* What the exercise asks: The data below holds the lines to copy: everything from the line containing "from calibrate.data.rows import" to the line containing "pairwise_squared_distance, squared_distance_to_rubric)", both ends included, set down exactly.

* Records for this task:
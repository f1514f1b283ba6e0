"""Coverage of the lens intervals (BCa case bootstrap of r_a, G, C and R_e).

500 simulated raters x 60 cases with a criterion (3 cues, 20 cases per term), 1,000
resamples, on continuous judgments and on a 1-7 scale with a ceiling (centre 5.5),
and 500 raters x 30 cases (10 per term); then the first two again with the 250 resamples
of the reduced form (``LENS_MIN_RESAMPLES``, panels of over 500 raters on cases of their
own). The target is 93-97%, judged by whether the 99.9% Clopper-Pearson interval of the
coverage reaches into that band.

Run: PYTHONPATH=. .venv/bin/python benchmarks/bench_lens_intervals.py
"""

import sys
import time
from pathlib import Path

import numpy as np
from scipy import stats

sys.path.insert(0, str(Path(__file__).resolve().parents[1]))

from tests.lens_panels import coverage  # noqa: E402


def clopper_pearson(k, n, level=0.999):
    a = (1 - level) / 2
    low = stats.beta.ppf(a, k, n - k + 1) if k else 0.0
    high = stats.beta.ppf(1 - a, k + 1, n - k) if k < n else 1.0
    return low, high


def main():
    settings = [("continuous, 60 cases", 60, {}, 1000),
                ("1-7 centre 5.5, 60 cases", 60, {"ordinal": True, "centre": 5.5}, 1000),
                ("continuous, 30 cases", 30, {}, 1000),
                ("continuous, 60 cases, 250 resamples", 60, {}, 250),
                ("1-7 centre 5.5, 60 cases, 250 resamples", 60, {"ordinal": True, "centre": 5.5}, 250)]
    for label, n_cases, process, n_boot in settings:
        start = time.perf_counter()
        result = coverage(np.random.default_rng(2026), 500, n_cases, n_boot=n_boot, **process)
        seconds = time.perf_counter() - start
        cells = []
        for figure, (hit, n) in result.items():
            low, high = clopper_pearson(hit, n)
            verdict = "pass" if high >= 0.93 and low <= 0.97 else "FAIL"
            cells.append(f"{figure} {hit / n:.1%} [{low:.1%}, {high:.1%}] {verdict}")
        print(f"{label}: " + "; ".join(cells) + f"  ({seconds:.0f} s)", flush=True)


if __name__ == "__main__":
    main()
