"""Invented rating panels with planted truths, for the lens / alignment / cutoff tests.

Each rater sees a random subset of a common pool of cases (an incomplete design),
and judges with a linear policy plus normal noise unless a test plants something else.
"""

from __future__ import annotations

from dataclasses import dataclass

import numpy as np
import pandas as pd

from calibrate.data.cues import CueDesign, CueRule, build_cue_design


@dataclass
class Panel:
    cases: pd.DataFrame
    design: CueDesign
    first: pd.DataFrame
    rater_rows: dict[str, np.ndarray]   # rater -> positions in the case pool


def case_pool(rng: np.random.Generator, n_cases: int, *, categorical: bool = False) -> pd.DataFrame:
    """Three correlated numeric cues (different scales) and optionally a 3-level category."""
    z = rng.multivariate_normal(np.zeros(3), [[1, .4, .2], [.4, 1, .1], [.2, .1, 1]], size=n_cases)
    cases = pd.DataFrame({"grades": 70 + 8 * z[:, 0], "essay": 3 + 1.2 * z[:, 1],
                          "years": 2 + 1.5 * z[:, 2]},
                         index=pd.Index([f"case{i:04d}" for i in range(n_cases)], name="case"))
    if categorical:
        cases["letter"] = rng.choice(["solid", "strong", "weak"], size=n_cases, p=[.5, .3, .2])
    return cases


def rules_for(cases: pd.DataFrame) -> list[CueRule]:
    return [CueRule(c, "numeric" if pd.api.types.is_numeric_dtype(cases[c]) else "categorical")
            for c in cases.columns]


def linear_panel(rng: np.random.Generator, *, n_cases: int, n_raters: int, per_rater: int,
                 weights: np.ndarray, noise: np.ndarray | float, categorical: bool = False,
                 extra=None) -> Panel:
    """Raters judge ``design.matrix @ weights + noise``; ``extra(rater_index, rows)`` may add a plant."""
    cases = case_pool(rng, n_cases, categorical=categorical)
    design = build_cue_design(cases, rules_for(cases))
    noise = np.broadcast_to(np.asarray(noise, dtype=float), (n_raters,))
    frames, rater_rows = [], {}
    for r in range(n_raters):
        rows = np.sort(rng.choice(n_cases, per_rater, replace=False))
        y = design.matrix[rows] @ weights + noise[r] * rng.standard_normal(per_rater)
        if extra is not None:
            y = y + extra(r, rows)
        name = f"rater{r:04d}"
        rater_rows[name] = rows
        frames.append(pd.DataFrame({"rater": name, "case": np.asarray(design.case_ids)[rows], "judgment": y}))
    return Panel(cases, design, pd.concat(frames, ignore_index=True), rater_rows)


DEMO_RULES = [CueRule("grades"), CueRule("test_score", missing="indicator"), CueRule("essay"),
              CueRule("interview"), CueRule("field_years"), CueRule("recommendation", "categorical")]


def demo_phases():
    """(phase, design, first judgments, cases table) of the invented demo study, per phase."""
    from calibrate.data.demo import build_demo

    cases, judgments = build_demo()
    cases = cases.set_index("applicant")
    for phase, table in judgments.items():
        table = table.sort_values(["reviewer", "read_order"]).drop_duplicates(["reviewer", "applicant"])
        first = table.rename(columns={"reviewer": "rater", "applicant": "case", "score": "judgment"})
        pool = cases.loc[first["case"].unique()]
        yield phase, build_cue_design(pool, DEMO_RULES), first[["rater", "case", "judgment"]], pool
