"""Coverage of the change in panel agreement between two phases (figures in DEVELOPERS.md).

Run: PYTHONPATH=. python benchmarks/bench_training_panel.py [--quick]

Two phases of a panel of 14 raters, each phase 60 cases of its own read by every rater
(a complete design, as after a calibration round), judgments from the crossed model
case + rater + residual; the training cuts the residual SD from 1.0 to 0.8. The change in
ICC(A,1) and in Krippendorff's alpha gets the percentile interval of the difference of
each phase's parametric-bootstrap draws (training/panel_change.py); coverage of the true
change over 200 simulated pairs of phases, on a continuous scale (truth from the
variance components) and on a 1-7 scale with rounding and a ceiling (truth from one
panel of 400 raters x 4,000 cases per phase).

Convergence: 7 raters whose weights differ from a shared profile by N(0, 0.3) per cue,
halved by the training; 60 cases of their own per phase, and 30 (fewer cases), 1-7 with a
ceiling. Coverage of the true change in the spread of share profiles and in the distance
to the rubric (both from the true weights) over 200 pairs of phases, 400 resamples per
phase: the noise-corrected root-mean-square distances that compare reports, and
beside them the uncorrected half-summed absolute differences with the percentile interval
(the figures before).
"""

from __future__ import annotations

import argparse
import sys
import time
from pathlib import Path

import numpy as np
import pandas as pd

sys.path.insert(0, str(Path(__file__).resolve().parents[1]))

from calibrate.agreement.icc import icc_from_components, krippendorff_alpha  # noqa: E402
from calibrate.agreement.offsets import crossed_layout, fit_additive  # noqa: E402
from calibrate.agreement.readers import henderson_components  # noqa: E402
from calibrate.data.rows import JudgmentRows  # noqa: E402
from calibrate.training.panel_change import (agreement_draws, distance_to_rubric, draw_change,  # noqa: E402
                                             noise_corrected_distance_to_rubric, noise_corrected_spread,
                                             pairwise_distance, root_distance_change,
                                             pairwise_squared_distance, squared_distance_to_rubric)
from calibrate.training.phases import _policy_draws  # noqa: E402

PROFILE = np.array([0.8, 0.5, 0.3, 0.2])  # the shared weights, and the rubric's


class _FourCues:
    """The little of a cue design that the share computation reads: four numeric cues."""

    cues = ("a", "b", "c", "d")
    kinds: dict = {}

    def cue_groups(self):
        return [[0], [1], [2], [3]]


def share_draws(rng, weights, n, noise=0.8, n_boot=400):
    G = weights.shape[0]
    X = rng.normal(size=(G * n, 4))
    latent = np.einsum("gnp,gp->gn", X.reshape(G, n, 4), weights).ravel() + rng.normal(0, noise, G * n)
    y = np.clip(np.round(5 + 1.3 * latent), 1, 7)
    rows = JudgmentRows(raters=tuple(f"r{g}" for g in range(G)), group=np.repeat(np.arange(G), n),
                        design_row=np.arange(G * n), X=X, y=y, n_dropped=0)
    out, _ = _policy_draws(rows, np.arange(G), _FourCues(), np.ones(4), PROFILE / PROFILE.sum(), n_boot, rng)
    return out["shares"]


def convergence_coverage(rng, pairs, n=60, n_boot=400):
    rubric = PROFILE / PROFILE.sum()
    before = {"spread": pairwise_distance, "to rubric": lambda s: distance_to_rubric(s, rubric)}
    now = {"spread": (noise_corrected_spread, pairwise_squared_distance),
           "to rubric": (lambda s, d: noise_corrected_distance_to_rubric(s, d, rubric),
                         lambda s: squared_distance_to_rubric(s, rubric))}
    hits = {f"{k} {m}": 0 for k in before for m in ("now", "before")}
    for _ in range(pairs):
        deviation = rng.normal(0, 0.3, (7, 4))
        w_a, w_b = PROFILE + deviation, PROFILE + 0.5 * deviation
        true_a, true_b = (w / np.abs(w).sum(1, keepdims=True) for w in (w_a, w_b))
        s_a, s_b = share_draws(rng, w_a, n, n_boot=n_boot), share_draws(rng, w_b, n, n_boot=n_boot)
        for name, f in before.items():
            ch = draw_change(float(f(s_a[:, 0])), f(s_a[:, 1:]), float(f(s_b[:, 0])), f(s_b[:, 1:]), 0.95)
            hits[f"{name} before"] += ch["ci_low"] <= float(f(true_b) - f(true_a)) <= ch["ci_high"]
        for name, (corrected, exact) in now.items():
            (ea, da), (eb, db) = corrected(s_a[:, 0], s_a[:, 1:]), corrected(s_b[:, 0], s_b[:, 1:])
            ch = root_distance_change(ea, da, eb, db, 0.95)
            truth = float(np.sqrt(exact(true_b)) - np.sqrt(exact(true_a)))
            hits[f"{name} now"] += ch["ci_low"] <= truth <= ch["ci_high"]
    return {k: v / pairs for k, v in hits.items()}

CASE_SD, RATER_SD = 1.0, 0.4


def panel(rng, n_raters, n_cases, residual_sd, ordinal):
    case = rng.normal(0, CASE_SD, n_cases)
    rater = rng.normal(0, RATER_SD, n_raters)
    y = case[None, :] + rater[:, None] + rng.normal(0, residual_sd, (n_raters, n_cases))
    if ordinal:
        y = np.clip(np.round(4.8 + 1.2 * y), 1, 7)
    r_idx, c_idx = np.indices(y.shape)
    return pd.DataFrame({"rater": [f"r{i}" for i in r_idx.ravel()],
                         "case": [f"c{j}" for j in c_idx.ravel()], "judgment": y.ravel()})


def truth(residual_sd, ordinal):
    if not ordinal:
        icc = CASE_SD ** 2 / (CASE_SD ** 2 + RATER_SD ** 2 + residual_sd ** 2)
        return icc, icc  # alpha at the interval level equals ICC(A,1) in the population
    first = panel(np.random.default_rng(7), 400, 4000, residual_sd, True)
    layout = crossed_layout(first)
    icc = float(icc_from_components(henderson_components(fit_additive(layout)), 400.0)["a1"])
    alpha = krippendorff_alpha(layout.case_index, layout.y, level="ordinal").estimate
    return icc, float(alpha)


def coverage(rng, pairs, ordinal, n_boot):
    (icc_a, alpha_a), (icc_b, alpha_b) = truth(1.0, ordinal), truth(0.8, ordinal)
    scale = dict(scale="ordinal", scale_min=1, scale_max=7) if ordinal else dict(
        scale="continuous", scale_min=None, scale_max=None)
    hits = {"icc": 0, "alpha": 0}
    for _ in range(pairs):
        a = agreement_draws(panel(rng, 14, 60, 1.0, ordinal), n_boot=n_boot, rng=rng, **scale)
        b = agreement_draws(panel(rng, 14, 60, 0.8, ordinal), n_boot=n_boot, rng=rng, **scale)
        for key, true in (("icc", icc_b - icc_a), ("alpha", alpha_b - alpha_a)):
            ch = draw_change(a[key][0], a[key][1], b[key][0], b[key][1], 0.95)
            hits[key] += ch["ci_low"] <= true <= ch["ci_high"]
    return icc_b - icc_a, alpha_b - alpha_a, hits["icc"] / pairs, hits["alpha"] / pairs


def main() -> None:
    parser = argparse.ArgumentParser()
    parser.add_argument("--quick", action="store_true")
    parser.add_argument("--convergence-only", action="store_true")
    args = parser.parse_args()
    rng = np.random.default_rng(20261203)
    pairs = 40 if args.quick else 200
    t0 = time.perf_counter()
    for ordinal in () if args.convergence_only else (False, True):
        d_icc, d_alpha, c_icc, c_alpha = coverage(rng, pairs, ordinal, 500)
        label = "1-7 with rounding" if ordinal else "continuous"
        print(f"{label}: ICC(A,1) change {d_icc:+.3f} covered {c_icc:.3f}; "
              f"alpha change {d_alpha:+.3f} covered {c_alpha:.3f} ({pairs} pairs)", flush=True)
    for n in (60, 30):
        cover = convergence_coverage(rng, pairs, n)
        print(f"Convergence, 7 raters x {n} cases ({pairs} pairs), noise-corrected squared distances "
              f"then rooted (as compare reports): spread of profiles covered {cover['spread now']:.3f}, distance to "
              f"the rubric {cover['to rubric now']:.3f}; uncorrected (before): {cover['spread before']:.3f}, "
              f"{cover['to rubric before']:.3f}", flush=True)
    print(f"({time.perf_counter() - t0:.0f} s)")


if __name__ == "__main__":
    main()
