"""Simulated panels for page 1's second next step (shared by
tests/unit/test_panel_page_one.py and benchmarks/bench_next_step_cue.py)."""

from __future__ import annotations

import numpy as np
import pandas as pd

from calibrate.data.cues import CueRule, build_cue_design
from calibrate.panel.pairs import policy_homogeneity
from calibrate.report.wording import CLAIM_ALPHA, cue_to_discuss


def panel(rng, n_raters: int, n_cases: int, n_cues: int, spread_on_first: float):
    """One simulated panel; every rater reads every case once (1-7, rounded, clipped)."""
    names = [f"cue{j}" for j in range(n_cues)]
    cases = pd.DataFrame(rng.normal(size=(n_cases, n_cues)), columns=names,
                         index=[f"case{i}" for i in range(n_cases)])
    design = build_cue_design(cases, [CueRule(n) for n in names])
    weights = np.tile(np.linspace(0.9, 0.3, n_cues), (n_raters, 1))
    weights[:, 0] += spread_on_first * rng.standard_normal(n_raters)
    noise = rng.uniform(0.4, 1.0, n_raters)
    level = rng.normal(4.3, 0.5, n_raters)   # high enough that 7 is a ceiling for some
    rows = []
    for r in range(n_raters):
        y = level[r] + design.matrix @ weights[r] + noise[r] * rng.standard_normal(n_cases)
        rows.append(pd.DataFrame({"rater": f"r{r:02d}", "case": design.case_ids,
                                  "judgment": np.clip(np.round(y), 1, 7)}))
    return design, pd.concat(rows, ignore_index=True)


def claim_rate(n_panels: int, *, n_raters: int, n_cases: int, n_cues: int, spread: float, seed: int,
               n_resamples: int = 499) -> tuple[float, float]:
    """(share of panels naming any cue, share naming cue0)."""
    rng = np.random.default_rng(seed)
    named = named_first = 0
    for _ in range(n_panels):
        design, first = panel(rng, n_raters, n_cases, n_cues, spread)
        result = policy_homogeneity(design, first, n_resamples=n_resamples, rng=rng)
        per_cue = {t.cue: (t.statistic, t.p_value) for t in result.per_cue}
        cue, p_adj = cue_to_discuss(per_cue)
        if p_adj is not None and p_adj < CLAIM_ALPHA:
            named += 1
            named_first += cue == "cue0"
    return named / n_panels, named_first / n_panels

* Expected answer:
from calibrate.data.rows import JudgmentRows  # noqa: E402
from calibrate.training.panel_change import (agreement_draws, distance_to_rubric, draw_change,  # noqa: E402
                                             noise_corrected_distance_to_rubric, noise_corrected_spread,
                                             pairwise_distance, root_distance_change,
                                             pairwise_squared_distance, squared_distance_to_rubric)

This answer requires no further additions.